Khan: Is it the same for the same process? Wouldn’t it be a different model for a different process, a different process flavor, and a different device in that process?
SE: Does the foundry provide new models for every new process?
Elhak: This goes back to the ‘how.’ We started with building and characterizing that aging model, which is related to a process. It’s a process-specific process node, and it’s basically saying for specific values of stress, this is how the parameters of the transistor will change. That’s at the process level, and that’s provided by the foundry. Now as a circuit designer what you need to know is how much stress is applied to your transistors, and that’s what aging stimulation does. Aging simulation is a two-step process. The first step is you run a fresh simulation before aging, and you apply the stress. You apply the stimulus, and you see how every transistor will respond to what will be the current flowing through that transistor, what will be the voltage applied to the gates of that transistor depending on that specific functionality in the chip. So every transistor on the chip will have different levels of stress.
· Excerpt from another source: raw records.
export class CovarianceAccumulator {
  readonly elements: number;
  private readonly padded: number;
  private readonly blockSize: number;
  /** Row length of each half of an element's block buffer: blockSize rounded up to even. */
  private readonly stride: number;
  /** Block buffer, element-major: element i, snapshot t real part at 2b·i + t, imaginary part at 2b·i + b + t. */
  private readonly buf: Float64Array;
  private fill = 0;
  /** Columns of the block copied by addSnapshots and not yet checked for finite values. */
  private pending: { column: number; count: number; first: number; rows?: boolean }[] = [];
  /** Sums of the current chunk (upper triangle, padded p × p). */
  private readonly chunkRe: Float64Array;
  private readonly chunkIm: Float64Array;
  private chunkFill = 0;
  /** Completed chunks, added in order. */
  private readonly sumRe: Float64Array;
  private readonly sumIm: Float64Array;
  private total = 0;

  constructor(elements: number, options: CovarianceAccumulatorOptions = {}) {
    if (!Number.isInteger(elements) || elements < 1) {
      throw new DoaInputError('bad-size', `CovarianceAccumulator: element count ${elements} is not a positive integer`);
    }
    const blockSize = options.blockSize ?? 256;
    if (!Number.isInteger(blockSize) || blockSize < 1) {
      throw new DoaInputError('bad-option', `CovarianceAccumulator: blockSize ${blockSize} is not a positive integer`);
    }
    this.elements = elements;
    this.padded = elements + (elements % 2);
    this.blockSize = blockSize;
    this.stride = blockSize + (blockSize % 2);
    this.buf = new Float64Array(2 * this.padded * this.stride);
    this.sumRe = new Float64Array(this.padded * this.padded);
    this.sumIm = new Float64Array(this.padded * this.padded);
    this.chunkRe = new Float64Array(this.padded * this.padded);
    this.chunkIm = new Float64Array(this.padded * this.padded);
  }

  /** Empties the accumulator (buffers are kept), as if it had just been made. */
  reset(): void {
    this.fill = 0;
    this.pending = [];
    this.chunkRe.fill(0);
    this.chunkIm.fill(0);
    this.chunkFill = 0;
    this.sumRe.fill(0);
    this.sumIm.fill(0);
    this.total = 0;
  }

  /** Room left in the current block before a flush is due (block full or chunk complete). */
  private room(): number {
    return Math.min(this.blockSize - this.fill, COVARIANCE_CHUNK - this.chunkFill - this.fill);
  }

  /** Snapshots accumulated so far. */
  get snapshotCount(): number {
    return this.total + this.chunkFill + this.fill;
  }

  /**
   * Adds N_b snapshots given in file layout: an N_b × M matrix, one snapshot per row.
   * `range` limits it to rows [start, end) (error messages keep the matrix's row numbers).
   */
  addRows(rows: ComplexMatrix, range?: { start: number; end: number }): void {
    if (rows.cols !== this.elements) {
      throw new DoaInputError(
        'bad-size',
        `snapshot rows have ${rows.cols} columns but the array has ${this.elements} elements`,
      );
    }
    const m = this.elements;
    const b = this.stride;
    const re = rows.re;
    const im = rows.im;
    let start = range?.start ?? 0;
    const last = range?.end ?? rows.rows;
    while (start < last) {
      const take = Math.min(this.room(), last - start);
      const buf = this.buf;
      const col = this.fill;
      // Row by row: contiguous reads, writes 2b apart. The finite check waits for
      // the flush, as in addSnapshots.
      const b2 = 2 * b;
      for (let t = 0; t < take; t++) {
        const src = (start + t) * m;
        let dst = col + t;
        for (let i = 0; i < m; i++, dst += b2) {
          buf[dst] = re[src + i];
          buf[dst + b] = im[src + i];
        }
      }
      this.pending.push({ column: col, count: take, first: start, rows: true });
      this.fill += take;
      start += take;
      if (this.room() === 0) this.flush();
    }
  }

  /**
   * Adds the N snapshots of an M × N snapshot matrix (one snapshot per column); `range`
   * limits it to columns [start, end).
   */
  addSnapshots(x: ComplexMatrix, range?: { start: number; end: number }): void {
    if (x.rows !== this.elements) {
      throw new DoaInputError(
        'bad-size',
        `snapshot matrix has ${x.rows} rows but the array has ${this.elements} elements`,
      );
    }
    const m = this.elements;
    const n = range?.end ?? x.cols;
    const b = this.stride;
    const stride = x.cols;
    let start = range?.start ?? 0;
    while (start < n) {
      const take = Math.min(this.room(), n - start);
      // Plain copies (no per-value JavaScript, so no JIT warm-up); the finite check waits
      // for the block's diagonal sums (flush), which are non-finite exactly when a copied
      // value is (or when the sums overflow, which the scan then tells apart).
      const buf = this.buf;
      const dst0 = this.fill;
      for (let i = 0; i < m; i++) {
        const src = i * stride + start;
        const dst = 2 * i * b + dst0;
        buf.set(x.re.subarray(src, src + take), dst);
        buf.set(x.im.subarray(src, src + take), dst + b);
      }
      this.pending.push({ column: dst0, count: take, first: start });
      this.fill += take;
      start += take;
      if (this.room() === 0) this.flush();
    }
  }

  /**
   * Throws for the first non-finite value among the block's unchecked columns, segment by
   * segment in the order they were added (row by row for addRows, element by element for
   * addSnapshots), as the copy-time checks used to.
   */
  private throwIfNotFinite(): void {
    const b = this.stride;
    const buf = this.buf;
    for (const seg of this.pending) {
      if (seg.rows) {
        // file layout: the first bad value row by row, as the rows were read
        for (let t = 0; t < seg.count; t++) {
          for (let i = 0; i < this.elements; i++) {
            const xr = buf[2 * i * b + seg.column + t];
            const xi = buf[2 * i * b + b + seg.column + t];
            if (!Number.isFinite(xr) || !Number.isFinite(xi)) {
              throw new DoaInputError(
                'not-finite',
                `snapshot row ${seg.first + t} (0-based), element ${i}: ${Number.isFinite(xr) ? xi : xr} is not a finite number`,
              );
            }
          }
        }
        continue;
      }
      for (let i = 0; i < this.elements; i++) {
        const o = 2 * i * b + seg.column;
        for (let t = 0; t < seg.count; t++) {
          const xr = buf[o + t];
          const xi = buf[o + b + t];
          if (!Number.isFinite(xr) || !Number.isFinite(xi)) {
            throw new DoaInputError(
              'not-finite',
              `snapshot ${seg.first + t} (0-based), element ${i}: ${Number.isFinite(xr) ? xi : xr} is not a finite number`,
            );
          }
        }
      }
    }
  }

  /** R = X·Xᴴ / N over everything added so far (the accumulator stays usable). */
  covariance(): ComplexMatrix {
    this.flush();
    const count = this.total + this.chunkFill;
    if (count === 0) throw new DoaInputError('bad-size', 'no snapshots were given: the covariance needs at least one');
    if (this.chunkFill === 0) return normalisedCovariance(this.sumRe, this.sumIm, this.elements, count);
    // The partial last chunk is added as a complete one would be, without closing it.
    const re = this.sumRe.slice();
    const im = this.sumIm.slice();
    addInto(re, this.chunkRe);
    addInto(im, this.chunkIm);
    return normalisedCovariance(re, im, this.elements, count);
  }

  /**
   * The raw (unnormalised, padded, upper-triangle) sums of an accumulator that holds at most
   * one chunk (covarianceChunkSums gives each chunk its own accumulator). A completed chunk
   * has already been added to the (zero) total, which holds it exactly.
   */
  singleChunkSums(): { re: Float64Array; im: Float64Array } {
    this.flush();
    if (this.total > 0 && this.chunkFill > 0)
      throw new Error('singleChunkSums: the accumulator holds more than one chunk');
    return this.total > 0 ? { re: this.sumRe, im: this.sumIm } : { re: this.chunkRe, im: this.chunkIm };
  }

  private flush(): void {
    const count = this.fill;
    if (count === 0) return;
    const b = this.stride;
    const p = this.padded;
    const buf = this.buf;
    const sr = this.chunkRe;
    const si = this.chunkIm;
    const b2 = 2 * b;
    if (p !== this.elements) {
      // Zero the padding row so its products vanish.
      buf.fill(0, this.elements * b2, this.elements * b2 + b2);
    }
    // The kernel takes pairs of snapshots: an odd block gets one zero snapshot.
    let even = count;
    if (count % 2 === 1) {
      for (let i = 0; i < p; i++) {
        buf[i * b2 + count] = 0;
        buf[i * b2 + b + count] = 0;
      }
      even = count + 1;
    }
    const { sums, at } = blockTileSums(buf, p, b, even);
    const pp = p * p;
    if (this.pending.length > 0) {
      let diagonal = 0;
      for (let i = 0; i < this.elements; i++) diagonal += sums[at + i * p + i] * 0;
      if (diagonal !== 0) this.throwIfNotFinite();
      this.pending = [];
    }
    for (let i = 0; i < p; i += 2) {
      for (let k = i; k < p; k += 2) {
        const e = i * p + k;
        sr[e] += sums[at + e];
        si[e] += sums[at + pp + e];
        sr[e + 1] += sums[at + e + 1];
        si[e + 1] += sums[at + pp + e + 1];
        sr[e + p] += sums[at + e + p]; // lower entry when k = i: unused
        si[e + p] += sums[at + pp + e + p];
        sr[e + p + 1] += sums[at + e + p + 1];
        si[e + p + 1] += sums[at + pp + e + p + 1];
      }
    }
    this.chunkFill += count;
    this.fill = 0;
    if (this.chunkFill === COVARIANCE_CHUNK) {
      addInto(this.sumRe, this.chunkRe);
      addInto(this.sumIm, this.chunkIm);
      this.chunkRe.fill(0);
      this.chunkIm.fill(0);
      this.total += this.chunkFill;
      this.chunkFill = 0;
    }
  }
}

function addInto(to: Float64Array, from: Float64Array): void {
  for (let i = 0; i < to.length; i++) to[i] += from[i];
}

/** Hermitian M × M covariance from padded upper-triangle sums over `count` snapshots. */
function normalisedCovariance(sumRe: Float64Array, sumIm: Float64Array, m: number, count: number): ComplexMatrix {
  const p = m + (m % 2);
  const out = zeros(m, m);
  const inv = 1 / count;
  for (let i = 0; i < m; i++) {
    out.re[i * m + i] = sumRe[i * p + i] * inv;
    for (let k = i + 1; k < m; k++) {
      const re = sumRe[i * p + k] * inv;
      const im = sumIm[i * p + k] * inv;
      out.re[i * m + k] = re;
      out.im[i * m + k] = im;
      out.re[k * m + i] = re;
      out.im[k * m + i] = -im;
    }
  }
  return out;
}

/** Number of chunks (COVARIANCE_CHUNK snapshots each, the last possibly shorter) of N snapshots. */
export function covarianceChunkCount(snapshots: number): number {
  return Math.ceil(snapshots / COVARIANCE_CHUNK);
}

/**
 * The raw sums of chunks [firstChunk, firstChunk + chunkCount) of a snapshot matrix:
 * for each chunk, the padded p × p (p = M rounded up to even) upper-triangle sums
 * Σ x_i·conj(x_k), real parts then imaginary parts, concatenated chunk after chunk
 * (2·p² values per chunk). `layout` 'rows' is N × M (file layout), 'snapshots' M × N.
 * `into`, when given, receives them (it must hold exactly that many values; a worker thread
 * writes them straight into shared memory that way) and is returned.
 */
export function covarianceChunkSums(
  x: ComplexMatrix,
  layout: 'rows' | 'snapshots',
  firstChunk: number,
  chunkCount: number,
  into?: Float64Array,
): Float64Array {
  const m = layout === 'rows' ? x.cols : x.rows;
  const n = layout === 'rows' ? x.rows : x.cols;
  const p = m + (m % 2);
  if (into && into.length !== chunkCount * 2 * p * p) {
    throw new DoaInputError(
      'bad-size',
      `covarianceChunkSums: the output holds ${into.length} values, ${chunkCount * 2 * p * p} needed`,
    );
  }
  const out = into ?? new Float64Array(chunkCount * 2 * p * p);
  for (let c = 0; c < chunkCount; c++) {
    const start = (firstChunk + c) * COVARIANCE_CHUNK;
    const end = Math.min(n, start + COVARIANCE_CHUNK);
    if (start >= end)
      throw new DoaInputError('bad-size', `covariance chunk ${firstChunk + c} is beyond the ${n} snapshots`);
    const one = reusableAccumulator(m);
    if (layout === 'rows') one.addRows(x, { start, end });
    else one.addSnapshots(x, { start, end });
    const sums = one.singleChunkSums();
    out.set(sums.re, c * 2 * p * p);
    out.set(sums.im, c * 2 * p * p + p * p);
  }
  return out;
}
Tegethoff: It is possible that the foundry will tweak or change, not only the aging model parameter library, but also the aging model equations from one process to the other to accurately model the aging effect for that process. However, the foundry won’t be changing the model for every test chip that comes through. That is why some design houses will rely on their own CAD teams to modify or completely change the foundry aging models to best fit the design house’s application specific requirements.
SE: Where does the stress stimulus come from?
Elhak: From the stimulus and the operation of the chip.
Geada: There was actually a paper published at DAC by HiSilicon about exactly how to model the stress. There are two conventional approaches. The dominant one up to now has been you run a whole bunch of vectors that you think model worst case. The problem is modern designs are actually extremely power-conscious, power-aware and power-limited, so everybody applies techniques to reduce power. The most common technique is clock gating. Clock gating, unfortunately, exacerbates stress because all of a sudden you are leaving a part of your design static, and that’s actually the worst case for aging because now you’re applying stress for a long period of time without any recovery effect. All of a sudden, some reset signal or somebody is crossing in front of my car or a signal doesn’t wake up for a couple of hours and said there’s something there, and now the chip has to wake up that circuitry and respond. At that precise moment when it’s critical, the chip is actually responding at its slowest because it’s just now recovering from a major stress condition. However, there is a way now to do this vector-less by automatically determining for every individual condition what’s the worst-case gating condition that will have exacerbated this stress pattern. This was a paper published at DAC.
Khan: But if we do not turn it down for a longer period of time, then it’s booting up at that stage. And then you say we have left them in stress for a longer period of time. But if we allow them a sufficient time to be up and running in the right state, then we save the power.
Geada: Regardless of how much we like science, this is engineering. We don’t need to necessarily understand it as well as we can measure it. We can work around it. So if we know the worst-case behaviors, we can add circuitry or change the design so that these conditions do not hang around long enough to cause a problem. From the old reliability know-how, there are techniques of having clock gating that doesn’t stay gated one way or the other for forever. Every once in a while it puts in a recovery blip so that all the signals toggle, and the circuit never goes to its worst case. But they cost something, so you want to apply those techniques to relieve problems rather than blanket them everywhere.